Oil rises on possible OPEC output cut
Tuesday, Oct 07, 2008 8:14PM UTC
by Rebekah Kebede
NEW YORK (Reuters) - Oil prices rose over $2 on Tuesday as signs OPEC was considering a supply cut outweighed concerns about the global financial crisis.
U.S. crude settled at $90.06 a barrel, up $2.25, after hitting an eight-month low on Monday as part of a four-day decline.
London Brent settled at $84.66 a barrel, up 98 cents.
"It seems the (OPEC) price hawks are lobbying for a production cut to support prices ... that may have sparked the late session spurt of buying to take us positive on the day," said Tom Knight, a trader at Truman Arnold in Texarkana, Texas.
Oil has plummeted from a record high of $147.27 a barrel in July as high fuel prices and the growing financial crisis slow oil demand in the United States, the world's top consumer, and other industrial nations.

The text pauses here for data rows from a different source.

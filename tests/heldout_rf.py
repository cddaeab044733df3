"""Held-out sessions for the validation matrix, written from the session format alone.

This module imports nothing from ``map2d`` (nor its simulator): it writes ``session.json``,
``sparse_noise.npy``, ``sparse_noise_times.npy``, ``gratings.csv`` (flashed gratings, some regimes)
and ``spikes.npz`` (or ``traces.npy`` + ``trace_times.npy``) itself, with pixel centres from the
format's formula (row 0 at the top): ``x = x0 + (j - (nx - 1) / 2) dx``, ``y = y0 - (i - (ny - 1) / 2)
dy``, and each grating from the format's formula
``s(x, y) = contrast cos(2 pi sf u + phase)``, ``u = (x - xc) cos(ori) + (y - yc) sin(ori)`` (static,
``tf_hz = 0``; ``(xc, yc)`` the phase origin: the grid centre unless the manifest names another). It is
shared by ``tests/test_validation_matrix.py`` and ``benchmarks/validate.py``.

Model cells (truth returned beside the folder)
----------------------------------------------
Every cell sees the frame on screen ``latency_s`` earlier through a kernel averaged over each pixel
(3 x 3 sub-samples: a spot fills its pixel). ``drive = <kernel, frame>``.

- ``gabor`` / ``dog_on`` / ``dog_off`` (linear spatial stage): ``rate = max(0, spont + gain (drive - thr))``.
  With a maintained discharge (``spont`` 20-30 spikes/s, ``thr = 0``) dark spots on an ON region push
  the rate below the spontaneous level, so the ON + OFF map is near zero where the field is; with a
  threshold (``thr > 0``, ``spont = 0``) the response is strongly rectified.
- ``energy`` (complex): ``spont + gain (<even, frame>^2 + <odd, frame>^2)`` with a quadrature Gabor pair
  (Adelson & Bergen 1985, J Opt Soc Am A 2:284).
- ``onoff``: ``spont + gain |<blob, frame>|`` with a Gaussian blob: bright and dark spots both excite
  the same place (an ON-OFF cell).
- ``none``: spontaneous firing only.

A biphasic time course (``biphasic = b``) subtracts ``b`` times the drive of the frame shown one frame
before (a transient cell).

Flashed gratings (regimes with ``gratings``) follow the sparse noise, one static grating a frame (random
orientation x SF x phase, some blanks), and the same cells see them through the same rate function:
the drive is the integral of the (continuous) kernel times the grating over a fine 0.25-deg grid,
scaled per cell so that the strongest grating of the design drives the cell as much as ``peak`` (in
the units of a spot on a pixel where the pixel-averaged kernel is 1); for an energy cell the quadrature
pair's drives are scaled together. A cell with ``lost_in_gratings`` fires at its spontaneous rate
during the gratings (a unit lost between the two stimuli): it has a map and no grating response.

Spikes are Poisson at 2-ms resolution. For traces, the spikes are convolved with a double-exponential
indicator kernel (rise ``tau_rise_s``, decay ``tau_decay_s``), sampled at ``imaging_hz`` and Gaussian
noise is added.
"""

from __future__ import annotations

import json
from pathlib import Path

import numpy as np
from scipy.signal import lfilter

DT = 0.002


def pixel_centres(grid):
    """(X, Y) of every pixel ``(ny, nx)`` from the session-format formula (row 0 at the top)."""
    ny, nx = grid["shape"]
    x0, y0 = grid["center"]
    dx, dy = grid["spacing"]
    j, i = np.meshgrid(np.arange(nx), np.arange(ny))
    return x0 + (j - (nx - 1) / 2) * dx, y0 - (i - (ny - 1) / 2) * dy


def _gabor(X, Y, c, phase_deg):
    th = np.deg2rad(c["theta"])
    a = (X - c["cx"]) * np.cos(th) + (Y - c["cy"]) * np.sin(th)
    b = -(X - c["cx"]) * np.sin(th) + (Y - c["cy"]) * np.cos(th)
    env = np.exp(-a ** 2 / (2 * c["sa"] ** 2) - b ** 2 / (2 * c["sb"] ** 2))
    return env * np.cos(2 * np.pi * c["f"] * a + np.deg2rad(phase_deg))
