"""stimuli"""
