"""Render stimuli at display resolution (exact flat-screen geometry) as uint8 frames.

Every screen pixel's direction ``(azimuth, elevation)`` comes from :class:`map2d.geometry.Display`
(``atan`` geometry of a flat screen seen from the eye), so a grid cell or a grating is drawn where it lies
in visual space, not where a linear cm-to-degree rule would put it. Grey background 128; sparse noise
+1 -> 255, -1 -> 0; gratings ``round(128 + 127 s)``.

Caution: flashing and high-contrast patterns can trigger seizures in photosensitive people. Follow
local guidance and your local animal-care approvals when presenting these stimuli.
"""

from __future__ import annotations

from pathlib import Path

import numpy as np

from ..contract import GratingTable, SparseNoise
from ..geometry import Display, Grid, grating_image

__all__ = ["screen_mesh_deg", "grid_lookup", "render_sparse_noise", "grating_frame_times",
           "render_gratings", "write_frames_tiff", "FRAMES_FILE", "GREY"]

FRAMES_FILE = "frames.tif"
GREY = 128


def screen_mesh_deg(display: Display, scale: int = 1):
    """``(azimuth, elevation)`` of every ``scale``-th screen pixel (rows and columns), each ``(h, w)``.

    With ``scale = s`` the rendered pixel ``(r, c)`` is screen pixel ``(s r, s c)``.
    """
    if int(scale) != scale or scale < 1:
        raise ValueError(f"scale must be a positive integer, got {scale}")
    cols = np.arange(0, int(display.width_px), int(scale))
    rows = np.arange(0, int(display.height_px), int(scale))
    cc, rr = np.meshgrid(cols, rows)
    return display.px_to_deg(cc, rr)


def grid_lookup(grid: Grid, display: Display, scale: int = 1) -> np.ndarray:
    """Flat grid-cell index (``row * nx + col``) under every rendered screen pixel, -1 outside the grid.

    A cell covers ``[x - dx/2, x + dx/2) x (y - dy/2, y + dy/2]`` in degrees around its centre.
    """
    az, el = screen_mesh_deg(display, scale)
    row, col = grid.pixel_of(az, el)
    r = np.floor(row + 0.5).astype(np.int64)
    c = np.floor(col + 0.5).astype(np.int64)
    inside = (r >= 0) & (r < grid.ny) & (c >= 0) & (c < grid.nx)
    return np.where(inside, r * grid.nx + c, -1)


def _frame_indices(n_total, frames):
    if frames is None:
        idx = np.arange(n_total)
    elif isinstance(frames, slice):
        idx = np.arange(n_total)[frames]
    else:
        idx = np.atleast_1d(np.asarray(frames, dtype=np.int64))
    if idx.size and (idx.min() < 0 or idx.max() >= n_total):
        raise ValueError(f"frames must lie in 0..{n_total - 1}")
    return idx


def render_sparse_noise(sparse_noise: SparseNoise, display: Display, frames=None, scale: int = 1) -> np.ndarray:
    """Sparse-noise frames as seen on the screen.

    Caution: flashing and high-contrast patterns can trigger seizures in photosensitive people.

    Parameters
    ----------
    sparse_noise : SparseNoise
    display : Display
    frames : slice, sequence of int or None
        Which stimulus frames to render (all when None; a long session is large, so choose a range).
    scale : int
        Render every ``scale``-th screen pixel in each direction.

    Returns
    -------
    numpy.ndarray
        uint8 ``(n, h, w)``: 255 bright, 0 dark, 128 background and outside the grid.
    """
    idx = _frame_indices(sparse_noise.n_frames, frames)
    lut_cell = grid_lookup(sparse_noise.grid, display, scale)
    inside = lut_cell >= 0
    values = np.array([0, GREY, 255], dtype=np.uint8)         # index = value + 1
    flat = np.asarray(sparse_noise.frames[idx]).reshape(idx.size, -1)
    if not np.issubdtype(flat.dtype, np.integer) or np.any(np.abs(flat) > 1):
        raise ValueError("render_sparse_noise needs frames of -1, 0 and +1")
    out = np.full((idx.size,) + lut_cell.shape, GREY, dtype=np.uint8)
    cells = lut_cell[inside]
    for n in range(idx.size):               # one vectorised lookup per rendered frame
        out[n][inside] = values[flat[n, cells].astype(np.int64) + 1]
    return out


def grating_frame_times(table: GratingTable, rate_hz: float = 60.0) -> np.ndarray:
    """Times at which to render a grating table: each static row's onset, and drifting rows at ``rate_hz``.

    Gaps between presentations (grey) are not rendered.
    """
    if not (np.isfinite(rate_hz) and rate_hz > 0):
        raise ValueError(f"rate_hz must be positive, got {rate_hz}")
    parts = []
    for on, off, tf in zip(table.onset_s, table.offset_s, table.tf_hz):
        if tf == 0:
            parts.append(np.array([on]))
        else:
            n = int(np.ceil((off - on) * rate_hz - 1e-9))
            parts.append(on + np.arange(n) / rate_hz)
    return np.concatenate(parts) if parts else np.empty(0)


def render_gratings(table: GratingTable, display: Display, times_s, scale: int = 1, aperture_deg=None) -> np.ndarray:
    """Grating frames as seen on the screen at the given times.

    Caution: flashing and high-contrast patterns can trigger seizures in photosensitive people.

    At time ``t`` the presentation shown is the latest one with ``onset <= t < offset``; when none is,
    the frame is grey. The pixel value is ``round(128 + 127 s)`` with ``s`` the contract's formula
    (:func:`map2d.geometry.grating_image`), evaluated at each screen pixel's exact direction.
    ``aperture_deg = (x, y, diameter)`` shows the gratings only inside that circle (grey outside).

    Returns
    -------
    numpy.ndarray
        uint8 ``(len(times_s), h, w)``.
    """
    t = np.atleast_1d(np.asarray(times_s, dtype=float))
    az, el = screen_mesh_deg(display, scale)
    out = np.full((t.size,) + az.shape, GREY, dtype=np.uint8)
    inside = None
    if aperture_deg is not None:
        ax, ay, ad = (float(v) for v in aperture_deg)
        if not (np.isfinite([ax, ay, ad]).all() and ad > 0):
            raise ValueError(f"aperture_deg must be (x, y, diameter > 0), got {tuple(aperture_deg)}")
        inside = np.hypot(az - ax, el - ay) <= ad / 2
    on = np.asarray(table.onset_s, float)
    off = np.asarray(table.offset_s, float)
    for n, tn in enumerate(t):
        active = np.flatnonzero((on <= tn) & (tn < off))
        row = int(active[np.argmax(on[active])]) if active.size else None
        if row is None:
            continue
        s = grating_image(az, el, table.orientation_deg[row], table.sf_cpd[row], table.phase_deg[row],
                          contrast=table.contrast[row], origin_deg=table.phase_origin_deg,
                          tf_hz=table.tf_hz[row], t_since_onset_s=tn - on[row])
        frame = np.clip(np.rint(GREY + 127.0 * s), 0, 255).astype(np.uint8)
        out[n] = frame if inside is None else np.where(inside, frame, np.uint8(GREY))
    return out


def write_frames_tiff(folder, frames: np.ndarray, name: str = FRAMES_FILE, rate_hz: float | None = None,
                      display: Display | None = None, scale: int = 1, times_s=None) -> Path:
    """Write rendered frames as a uint8 ImageJ TIFF stack ``folder/frames.tif`` (one page per frame).

    With ``rate_hz`` the stack's frame interval (ImageJ ``finterval``, seconds) is ``1 / rate_hz``; with
    ``display`` the pixel size is the degrees per rendered pixel at the screen centre (unit ``deg``;
    flat-screen geometry makes it smaller towards the edges). The page description also holds, as
    ImageJ properties, ``frame_rate_hz``, ``deg_per_px_x`` and ``deg_per_px_y`` at the centre,
    ``render_scale`` and the first frame's onset ``first_onset_s``.
    """
    import tifffile

    path = Path(folder) / name
    frames = np.ascontiguousarray(frames, dtype=np.uint8)
    metadata: dict = {"axes": "TYX"}
    props: dict = {"render_scale": str(int(scale))}
    kwargs: dict = {}
    if rate_hz is not None and rate_hz > 0:
        metadata["finterval"] = 1.0 / float(rate_hz)
        props["frame_rate_hz"] = f"{float(rate_hz):.9g}"
    if display is not None:
        cx, cy = display.width_px / 2.0, display.height_px / 2.0
        x0, y0 = display.px_to_deg(cx - 0.5, cy - 0.5)
        x1, _ = display.px_to_deg(cx + 0.5, cy - 0.5)
        _, y1 = display.px_to_deg(cx - 0.5, cy + 0.5)
        dx, dy = abs(float(x1 - x0)) * scale, abs(float(y1 - y0)) * scale
        kwargs["resolution"] = (1.0 / dx, 1.0 / dy)
        metadata["unit"] = "deg"
        props["deg_per_px_x"], props["deg_per_px_y"] = f"{dx:.9g}", f"{dy:.9g}"
    if times_s is not None and len(times_s):
        props["first_onset_s"] = f"{float(times_s[0]):.9g}"
    metadata["Properties"] = props
    tifffile.imwrite(path, frames, imagej=True, metadata=metadata, **kwargs)
    return path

The spread of the credit crisis has intensified gloom about the global economic outlook and weakened prospects for oil demand and prices, and has led some investors to sell off commodities for safer havens.
Oil's recent price drop has caused worry for some members of the Organization of the Petroleum Exporting Countries.
"If this volatility continues, OPEC will have to do something," Shokri Ghanem, chairman of Libya's National Oil Corp, told Reuters by telephone Tuesday.
"We may sit down together before December," he said.
OPEC's next meeting is in December in Algeria.
Earlier this week, Iran said OPEC may need to cut supply to prop up prices.
Further support has come from the slow recovery of the U.S. oil sector from Hurricane Ike. According to the U.S. Mineral Management Service, 44.8 percent of Gulf of Mexico production remained shut on Tuesday following the storm.
The U.S. Energy Information Administration on Tuesday lowered its forecast for world oil demand growth in 2009 versus 2008. The agency cut its forecast by 140,000 barrels per day from its estimate published last month.
Analysts also are watching oil demand from China -- which helped drive oil's rally from $20 a barrel in early 2002 -- for signs the crisis is hitting consumption in the world's second largest consumer.
Earlier Tuesday, oil prices received support after the U.S. Federal Reserve announced that it would start buying the short-term debt that many companies use to fund day-to-day operations in a move to restore credit flows.
An Australia cut rate cut also raised hopes that other countries would follow suit to bolster economic growth, which would support demand for oil.
But the moves failed to stem fears in the U.S. financial market about fallout from the credit crisis and U.S. stocks slid on Tuesday.
Tropical Storm Marco rolled over Mexico's Gulf coast on Tuesday, but all three of the country's main oil exporting ports remained open. On Monday, the storm prompted state oil company Pemex to shut down four offshore production platforms and close six wells at a natural gas field.
Traders are also awaiting the release of the U.S. Energy Information Administration's weekly inventory data on Wednesday. Analysts polled by Reuters anticipated a 2.3-million-barrel build in crude inventories as imports rebounded from storm disruptions.